«Formiamo infermieri di talento, li mettiamo a gestire ruoli chiave in una sanità territoriale che boccheggia sempre di più per carenza di personale, e poi accade li salutiamo con un contratto precario. Intanto, il Regno Unito li accoglie con stipendi che da noi restano un miraggio, un’utopia. Così non costruiamo il futuro, facciamo beneficenza professionale per l’Europa», afferma Antonio De Palma, presidente del sindacato Nursing Up.
Il Regno Unito, pioniere dell’infermiere di famiglia, alza il tiro con un aumento salariale del 6% e stipendi fino a 1.500 euro a settimana per i professionisti più esperti. In Italia, gli infermieri lottano con stipendi da 1.500 euro al mese e contratti precari.
«Gli infermieri italiani in fuga raccontano di una vita completamente diversa nel Regno Unito: orari sostenibili, stipendi veri. Alcuni non tornano più e convincono altri a seguirli», continua De Palma.

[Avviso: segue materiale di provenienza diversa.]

class EventWriter(StoreHandle):
    """The service's side of the store: staged writes committed in one transaction.

    The :class:`~leadline.adapters.ports.EventSink` of the service loop.

    Parameters
    ----------
    engine : sqlalchemy.Engine
        From :func:`.connect.create_store_engine`, schema already checked.
    flush_interval_s : float
        :meth:`flush_due` is True once this long has passed since the last
        flush (and something is staged). Default 1 s.
    max_staged_events : int
        :meth:`flush_due` is True as soon as this many distinct events are
        staged. Default 500.
    clock : callable, optional
        Returns the current UTC time (``created_at``, note times); for tests.
    """

    def __init__(
        self,
        engine: Engine,
        *,
        flush_interval_s: float = 1.0,
        max_staged_events: int = 500,
        clock: Callable[[], datetime] | None = None,
    ) -> None:
        if flush_interval_s <= 0 or not math.isfinite(flush_interval_s):
            raise StoreError(f"flush_interval_s must be a positive number of seconds, got {flush_interval_s}")
        if max_staged_events < 1:
            raise StoreError(f"max_staged_events must be >= 1, got {max_staged_events}")
        super().__init__(engine, clock=clock)
        self.flush_interval_s = float(flush_interval_s)
        self.max_staged_events = int(max_staged_events)
        self._buffer = WriteBuffer()
        self._lock = threading.RLock()
        self._last_flush = time.monotonic()
        self._feed_keys: dict[str, int] = {}
        self._next_seq: int | None = None
        self._timing = StoreTiming()

    # ------------------------------------------------------------------ info
    @property
    def staged_events(self) -> int:
        """Distinct events staged and not yet flushed."""
        return len(self._buffer.events)

    @property
    def staged_items(self) -> int:
        """Everything staged: events, checkpoints, offsets, reject tallies."""
        return len(self._buffer)

    # ----------------------------------------------------------- immediate writes
    def ensure_feed(
        self, feed_id: str, unit: str | None = None, interval_s: float | None = None, source: str | None = None
    ) -> None:
        """Create the feed's row, or update the fields given (None keeps a field)."""
        self._check_open()
        _require_text("feed_id", feed_id)
        f = schema.feeds
        with write_transaction(self._engine, f"recording feed {feed_id!r}") as conn:
            stmt = insert_for(conn)(f).values(
                feed_id=feed_id, unit=unit, interval_s=interval_s, source=source, created_at=self._clock()
            )
            new = stmt.excluded
            stmt = stmt.on_conflict_do_update(
                index_elements=[f.c.feed_id],
                set_={
                    "unit": func.coalesce(new.unit, f.c.unit),
                    "interval_s": func.coalesce(new.interval_s, f.c.interval_s),
                    "source": func.coalesce(new.source, f.c.source),
                },
            )
            conn.execute(stmt)

    def record_model(
        self,
        feed_id: str,
        order: str,
        parameters: dict[str, Any],
        thresholds: dict[str, Any],
        fit_stats: dict[str, Any],
        fitted_at: datetime,
        window_start: datetime,
        window_end: datetime,
        reason: str,
    ) -> int:
        """Record one fit and return its version: 1 for the feed's first, then 2, 3, ...

        The feed's row is created if missing. Committed at once.
        """
        self._check_open()
        _require_text("feed_id", feed_id)
        _require_text("order", order)
        _require_text("reason", reason)
        times = {
            "fitted_at": _require_utc("fitted_at", fitted_at),
            "window_start": _require_utc("window_start", window_start),
            "window_end": _require_utc("window_end", window_end),
        }
        if times["window_end"] < times["window_start"]:
            raise StoreError(f"model of {feed_id!r}: window_end {window_end} is before window_start {window_start}")
        f, m = schema.feeds, schema.models
        now = self._clock()
        with write_transaction(self._engine, f"recording a model of {feed_id!r}") as conn:
            conn.execute(
                insert_for(conn)(f)
                .values(feed_id=feed_id, created_at=now)
                .on_conflict_do_nothing(index_elements=[f.c.feed_id])
            )
            # PostgreSQL: lock the feed row so two fits cannot take one number.
            conn.execute(select(f.c.feed_id).where(f.c.feed_id == feed_id).with_for_update())
            last = conn.execute(select(func.max(m.c.version)).where(m.c.feed_id == feed_id)).scalar()
            version = 1 if last is None else int(last) + 1
            conn.execute(
                m.insert().values(
                    feed_id=feed_id,
                    version=version,
                    model_order=order,
                    parameters=parameters,
                    thresholds=thresholds,
                    fit_stats=fit_stats,
                    reason=reason,
                    recorded_at=now,
                    **times,
                )
            )
        return version

    # ---------------------------------------------------------------- staging
    def stage_event(self, ev: AlarmEvent) -> None:
        """Stage an event; copies with the same ``(feed_id, rule, start)`` merge
        (see :mod:`.writer`), in the buffer and against the stored row."""
        self._check_open()
        if not isinstance(ev, AlarmEvent):
            raise StoreError(f"stage_event expects an AlarmEvent, got {type(ev).__name__}")
        with self._lock:
            try:
                self._buffer.add_event(ev)
            except (TypeError, ValueError) as exc:
                raise StoreError(
                    f"event {ev.feed_id!r}/{ev.rule!r} at {ev.start.isoformat()} cannot be stored: "
                    f"its parameters are not JSON-serialisable ({exc})"
                ) from exc

    def stage_evidence(self, record: EvidenceRecord) -> None:
        """Stage the evidence of an episode (:mod:`.evidence`); it commits with the events."""
        self._check_open()
        if not isinstance(record, EvidenceRecord):
            raise StoreError(f"stage_evidence expects an EvidenceRecord, got {type(record).__name__}")
        with self._lock:
            self._buffer.add_evidence(record)

    def stage_checkpoint(self, feed_id: str, state: bytes, model_version: int) -> None:
        """Stage a feed's stream state (the latest staged one per feed wins)."""
        self._check_open()
        _require_text("feed_id", feed_id)
        if not isinstance(state, (bytes, bytearray, memoryview)):
            raise StoreError(f"checkpoint state of {feed_id!r} must be bytes, got {type(state).__name__}")
        if isinstance(model_version, bool) or not isinstance(model_version, numbers.Integral):
            raise StoreError(f"checkpoint model_version of {feed_id!r} must be an int, got {model_version!r}")
        with self._lock:
            self._buffer.add_checkpoint(feed_id, bytes(state), model_version)

    def stage_offset(self, off: SourceOffset) -> None:
        """Stage a file's committed offset (the latest staged one per file wins).

        Stage it with the events of the rows it covers: they commit together.
        """
        self._check_open()
        if off.offset_bytes < 0:
            raise StoreError(f"offset of {off.path!r} must be >= 0, got {off.offset_bytes}")
        _require_utc("SourceOffset.updated_at", off.updated_at)
        with self._lock:
            self._buffer.add_offset(off)

    def stage_reject(self, sample: RejectSample) -> None:
        """Count a rejected record per (source, reason) and keep it as a sample
        (only the last :data:`.writer.REJECT_SAMPLE_LIMIT` per pair are kept)."""
        self._check_open()
        _require_utc("RejectSample.seen_at", sample.seen_at)
        with self._lock:
            self._buffer.add_reject(sample)

    def stage_reject_sample(self, sample: RejectSample) -> None:
        """Keep a rejected record as a sample only; its count comes by :meth:`stage_reject_count`."""
        self._check_open()
        _require_utc("RejectSample.seen_at", sample.seen_at)
        with self._lock:
            self._buffer.add_reject_sample(sample)

    def stage_reject_count(self, source: str, reason: str, count: int, first_seen: datetime,
                           last_seen: datetime) -> None:
        """Add ``count`` rejects of (source, reason) to the stored count at the next flush (exact)."""
        self._check_open()
        if not isinstance(count, int) or isinstance(count, bool) or count < 0:
            raise StoreError(f"reject count of {source!r}/{reason!r} must be an int >= 0, got {count!r}")
        first = _require_utc("first_seen", first_seen)
        last = _require_utc("last_seen", last_seen)
        with self._lock:
            self._buffer.add_reject_count(source, reason, count, first, last)

    def stage_feed_status(self, row: FeedStatusRow) -> None:
        """Stage a feed's status (the latest staged one per feed wins); it commits with the next flush."""
        self._check_open()
        _require_text("feed_id", row.feed_id)
        if row.last_reading_at is not None:
            _require_utc("last_reading_at", row.last_reading_at)
        with self._lock:
            self._buffer.feed_status[row.feed_id] = row

    def shelving_in_force(self, now: datetime) -> dict[str, datetime]:
        """The feeds shelved at ``now`` (UTC) and the end of each shelving, read from the notes."""
        self._check_open()
        now = _require_utc("now", now)
        return {n.feed_id: n.expires_at for n in self._read("reading shelving", shelved_feeds, now)}

    def stage_heartbeat(self, beat: Heartbeat) -> None:
        """Stage the service's heartbeat (the latest staged one wins)."""
        self._check_open()
        _require_text("service", beat.service)
        _require_utc("started_at", beat.started_at)
        _require_utc("beat_at", beat.beat_at)
        with self._lock:
            self._buffer.heartbeat = beat
    def stage_mark(self, name: str, value: int) -> None:
        """Stage a named service mark (such as the last accept note applied); it commits with the events."""
        self._check_open()
        _require_text("mark name", name)
        if isinstance(value, bool) or not isinstance(value, numbers.Integral):
            raise StoreError(f"service mark {name!r} must be an int, got {value!r}")
        with self._lock:
            self._buffer.marks[name] = int(value)

    def mark(self, name: str) -> int | None:
        """The committed value of a service mark, or None."""
        self._check_open()
        sm = schema.service_marks
        with read_transaction(self._engine, f"reading service mark {name!r}") as conn:
            value = conn.execute(select(sm.c.value).where(sm.c.name == name)).scalar()
        return None if value is None else int(value)

    def accept_notes_after(self, note_id: int) -> list[AcceptNote]:
        """The committed ``accept`` notes with an id above ``note_id``, oldest first, with their event's key."""
        self._check_open()
        with read_transaction(self._engine, "reading accept notes") as conn:
            return accept_notes_after(conn, int(note_id))

    # ---------------------------------------------------------------- journal
    def open_journal(self) -> JournalState:
        """Read the journal (:mod:`.journal`): snapshots, kept rows, feed keys; staging continues after it."""
        self._check_open()
        with self._lock:
            state = self._read("reading the journal", read_journal, schema.metadata)
            self._feed_keys = dict(state.feed_keys)
            self._next_seq = state.next_seq
            return state

    def stage_reading(self, feed_id: str, epoch_s: float, value: float) -> int:
        """Journal one accepted reading; return its journal position (commits with the next flush)."""
        with self._lock:
            if self._next_seq is None:
                self.open_journal()
            j = self._buffer.journal
            key = self._feed_keys.get(feed_id)
            if key is None:
                key = len(self._feed_keys) + 1
                self._feed_keys[feed_id] = key
                j.new_feeds[key] = feed_id
            seq = self._next_seq
            self._next_seq += 1
            j.rows.append((seq, key, float(epoch_s), bytes_of_value(value)))
            j.counts[key] = j.counts.get(key, 0) + 1
            j.last_t[key] = max(j.last_t.get(key, float(epoch_s)), float(epoch_s))
            return seq

    def stage_snapshot(self, feed_id: str, journal_seq: int, state: bytes, model_version: int) -> None:
        """Stage a feed's snapshot covering the journal up to ``journal_seq`` (the feed must be journaled)."""
        with self._lock:
            key = self._feed_keys.get(feed_id)
            if key is None:
                raise StoreError(f"snapshot of {feed_id!r}: the feed has no journaled reading")
            self._buffer.journal.snapshots[key] = (int(journal_seq), int(model_version), bytes(state))

    def journal_counts(self) -> dict[str, int]:
        """``{feed_id: readings ever journaled}`` (committed)."""
        return self._read("counting the journal", journal_counts, schema.metadata)

    def flush(self) -> int:
        """Commit everything staged in ONE transaction; return the events written.

        Returns only once the transaction is committed (durable against a
        crash of this process, see :mod:`.connect` for power loss). On
        failure it raises :class:`StoreError` and keeps everything staged,
        so a later flush retries it; upserts make the retry harmless.
        """
        self._check_open()
        with self._lock:
            if not len(self._buffer):
                self._last_flush = time.monotonic()
                return 0
            with self._timing.flush(), write_transaction(self._engine,
                                                         f"flushing {self.staged_events} staged events") as conn:
                n = write_buffer(conn, self._buffer, self._clock(), self._timing)
            self._buffer = WriteBuffer()
            self._last_flush = time.monotonic()
            return n

    def take_store_time(self) -> StoreTime:
        """The flushes' time per part since the last call, then reset (:mod:`.timing`)."""
        with self._lock:
            return self._timing.take()

    def flush_due(self, now_monotonic: float | None = None) -> bool:
        """True when something is staged and either ``flush_interval_s`` has
        passed since the last flush or ``max_staged_events`` are staged.

        ``now_monotonic`` is a :func:`time.monotonic` reading (default: now).
        """
        now = time.monotonic() if now_monotonic is None else now_monotonic
        with self._lock:
            if not len(self._buffer):
                return False
            if len(self._buffer.events) >= self.max_staged_events:
                return True
            return now - self._last_flush >= self.flush_interval_s

    # ------------------------------------------------------------------ close
    def close(self) -> None:
        """Flush what is staged, then release the connections.

        If that last flush fails, the connections are still released and
        the :class:`StoreError` is raised: the staged items were not stored.
        """
        if self._closed:
            return
        try:
            with self._lock:
                if len(self._buffer):
                    self.flush()
        finally:
            super().close()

La legge del 2020 prevedeva ben 9.600 infermieri di famiglia. Oggi siamo ad appena il 20% di quella cifra. Entro il 2026, il PNRR ne chiede almeno 50.000. Ma l’Italia cosa fa? Invece di valorizzare i professionisti, crea figure ibride e confuse come l’assistente infermiere. «Un errore politico e tecnico che svilisce anni di battaglie professionali», denuncia De Palma.
«La nostra Federazione si autocelebra per lauree magistrali che non rischiano di trovare collocazione, mentre il merito viene sabotato a causa di politiche fallimentari e cieche», conclude De Palma.
«Servono contratti seri e dignità. Non possiamo più essere il vivaio d’Europa. I nostri infermieri non sono in svendita», afferma De Palma.